Information shown Block Start
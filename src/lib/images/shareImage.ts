import { Resvg } from '@resvg/resvg-js';
import { hangs, side, surpriseFigure } from '../charts/figures.ts';
import type { DecimalMark } from '../charts/figures.ts';
import { palettes } from '../charts/palette.ts';
import type { Palette, Theme } from '../charts/palette.ts';
import { serverDocument } from '../charts/serverDocument.ts';
import type { SurpriseData } from '../charts/surpriseData.ts';
import { barMarks, rangeMarks } from '../charts/surpriseMarks.ts';
import { drawMarks, escape } from '../charts/svg.ts';
import { loadFonts } from './fonts.ts';
import { chartScale, shareBlocks, wide } from './wideLayout.ts';
import type { WidePlan } from './wideLayout.ts';
import { typeset } from './typesetting.ts';
import type { TextBlock } from './typesetting.ts';
import { alternativeText, captionText } from './words.ts';

export interface ShareImageInput {
  economy: string;
  /** ISO 8601: `2031-08`, `2000-Q4`, `1970`. */
  period: string;
  title: string;
  /** The surprise of the period, its money growth, what was expected, and the forecast standard error: log points. */
  surprise: number;
  growth: number;
  expected: number;
  forecast_se: number | null;
  /** The periods to draw, up to and including `period`; the last 24 of them are. */
  history: SurpriseData;
  /** Who published the data: "Costa Lirra monetary survey". */
  source: string;
  methodVersion: string;
  theme?: Theme;
  decimalMark?: DecimalMark;
}

export interface ShareImage {
  /** 1200 × 630; all text as paths. */
  svg: string;
  png: Uint8Array;
  /** Text alternative. */
  alt: string;
  caption: string;
}

/** The figure's place and colour. */
function plan(input: ShareImageInput, palette: Palette): WidePlan {
  const where = side(input.surprise);
  return {
    palette,
    hanging: hangs(input.surprise, 2),
    figure: surpriseFigure(input.surprise, input),
    colour: where === 'level' ? palette.ink : palette[where],
  };
}

/** The input with no more of its history than is drawn. */
function withLastTwoYears(input: ShareImageInput): ShareImageInput {
  const { periods, surprise, forecast_se } = input.history;
  const history = {
    periods: periods.slice(-24),
    surprise: surprise.slice(-24),
    forecast_se: forecast_se.slice(-24),
  };
  return { ...input, history };
}

/** The wide image as SVG, with the blocks of text it holds. */
export async function wideSvg(
  given: ShareImageInput,
  fontDirectory: string,
): Promise<{ svg: string; blocks: TextBlock[] }> {
  const input = withLastTwoYears(given);
  const { history } = input;
  const palette = palettes[input.theme ?? 'light'];
  const planned = plan(input, palette);
  const fonts = await loadFonts(fontDirectory);
  const blocks = await shareBlocks(input, planned, fonts);
  const text = await typeset(blocks, wide, fonts);
  const scale = chartScale(history, planned.hanging);
  const chart = { document: serverDocument(), palette, width: wide.width, idPrefix: 'share' };
  const marks = drawMarks({
    chart,
    height: wide.height,
    ...scale,
    marks: [...rangeMarks(history, palette), ...barMarks(history, palette, scale.unitsPerPixel)],
  });
  const paper = `<rect width="${wide.width}" height="${wide.height}" fill="${palette.paper}"/>`;
  const datum = `<rect y="${scale.datumY - 1}" width="${wide.width}" height="2" fill="${palette.ink}"/>`;
  const label = `role="img" aria-label="${escape(alternativeText(input))}" `;
  const svg = text
    .replace(/^<svg ([^>]*)>/, (_, rest: string) => `<svg ${label}${rest}>${paper}${marks}`)
    .replace(/<\/svg>$/, `${datum}</svg>`);
  return { svg, blocks };
}

/**
 * The wide share image of a money surprise, 1200 × 630. The words are set as paths, so that neither a browser nor
 * the converter needs a font. `fontDirectory` is the folder of the @fontsource packages.
 */
export async function shareImage(
  given: ShareImageInput,
  fontDirectory: string,
): Promise<ShareImage> {
  const input = withLastTwoYears(given);
  const { svg } = await wideSvg(input, fontDirectory);
  const png = new Resvg(svg, { font: { loadSystemFonts: false } }).render().asPng();
  return { svg, png, alt: alternativeText(input), caption: captionText(input) };
}
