import { z } from 'zod';
import { record } from '../audit.ts';
import type { ServiceContext } from '../context.ts';
import { parseInput } from '../parseInput.ts';
import { requirePermission } from '../people/permissions.ts';
import { transact } from '../transact.ts';
import { addContributor } from './contributors.ts';
import { lockedRelease, requireDraft, requireVersion } from './locked.ts';

/** How long the words of a release may be, in characters. */
export const WORDS = { headline: 120, explainer: 20_000 };

/** How many marks of quotations and lists may open a line: readers get lost, and so does a parser's stack. */
const MARKS = 5;
const TOO_MANY_MARKS = new RegExp(
  String.raw`^[ \t]*(?:>[ \t]*|(?:[-+*]|\d{1,9}[.)])[ \t]+){${MARKS + 1}}`,
  'm',
);

/** Whether a line of this Markdown opens more quotations and lists inside each other than an explainer may. */
export function nestsTooDeep(markdown: string): boolean {
  return TOO_MANY_MARKS.test(markdown);
}

const words = z.object({
  id: z.string(),
  version: z.number().int(),
  headline: z
    .string()
    .trim()
    .max(WORDS.headline, `Use at most ${WORDS.headline} characters.`)
    .regex(/^[^\r\n]*$/, 'Keep the headline on one line.'),
  explainer: z
    .string()
    .transform((text) => text.replace(/\r\n?/g, '\n').trim())
    .pipe(
      z
        .string()
        .max(WORDS.explainer, `Use at most ${WORDS.explainer.toLocaleString('en-GB')} characters.`)
        .refine(
          (text) => !nestsTooDeep(text),
          `Begin no line with more than ${MARKS} marks of quotations or lists.`,
        ),
    ),
});

export interface ReleaseWords {
  id: string;
  /** The version of the release the person saw. */
  version: number;
  headline: string;
  /** Markdown. */
  explainer: string;
}

/**
 * Saves headline and explainer of a draft; answers its version.
 * @throws ServiceError `conflict` where somebody else has saved since: nothing is overwritten.
 */
export async function writeRelease(ctx: ServiceContext, input: ReleaseWords): Promise<number> {
  const actor = requirePermission(ctx.actor, 'releases.draft');
  const { id, version, headline, explainer } = parseInput(words, input);
  return transact(ctx, async (trx) => {
    const release = await lockedRelease(trx, id);
    // The same words again are no change and no conflict: a form sent twice finds the release already in review.
    if (release.headline === headline && release.explainer === explainer) return release.version;
    requireDraft(release);
    requireVersion(release, version);
    await trx.db
      .updateTable('release')
      .set({ headline, explainer, version: version + 1 })
      .where('id', '=', id)
      .execute();
    await addContributor(trx, id, actor.id, 'words');
    await record(trx, {
      action: 'release.written',
      subject: `release ${id}`,
      detail: { version: version + 1, headline, characters: explainer.length },
    });
    return version + 1;
  });
}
Information shown Block End
§ To do:
Write out exactly the lines that fall from the line with "it holds. */" to the line with "const svg = text" in the records above, keeping both ends.

§ Output of the task:
/** The wide image as SVG, with the blocks of text it holds. */
export async function wideSvg(
  given: ShareImageInput,
  fontDirectory: string,
): Promise<{ svg: string; blocks: TextBlock[] }> {
  const input = withLastTwoYears(given);
  const { history } = input;
  const palette = palettes[input.theme ?? 'light'];
  const planned = plan(input, palette);
  const fonts = await loadFonts(fontDirectory);
  const blocks = await shareBlocks(input, planned, fonts);
  const text = await typeset(blocks, wide, fonts);
  const scale = chartScale(history, planned.hanging);
  const chart = { document: serverDocument(), palette, width: wide.width, idPrefix: 'share' };
  const marks = drawMarks({
    chart,
    height: wide.height,
    ...scale,
    marks: [...rangeMarks(history, palette), ...barMarks(history, palette, scale.unitsPerPixel)],
  });
  const paper = `<rect width="${wide.width}" height="${wide.height}" fill="${palette.paper}"/>`;
  const datum = `<rect y="${scale.datumY - 1}" width="${wide.width}" height="2" fill="${palette.ink}"/>`;
  const label = `role="img" aria-label="${escape(alternativeText(input))}" `;
  const svg = text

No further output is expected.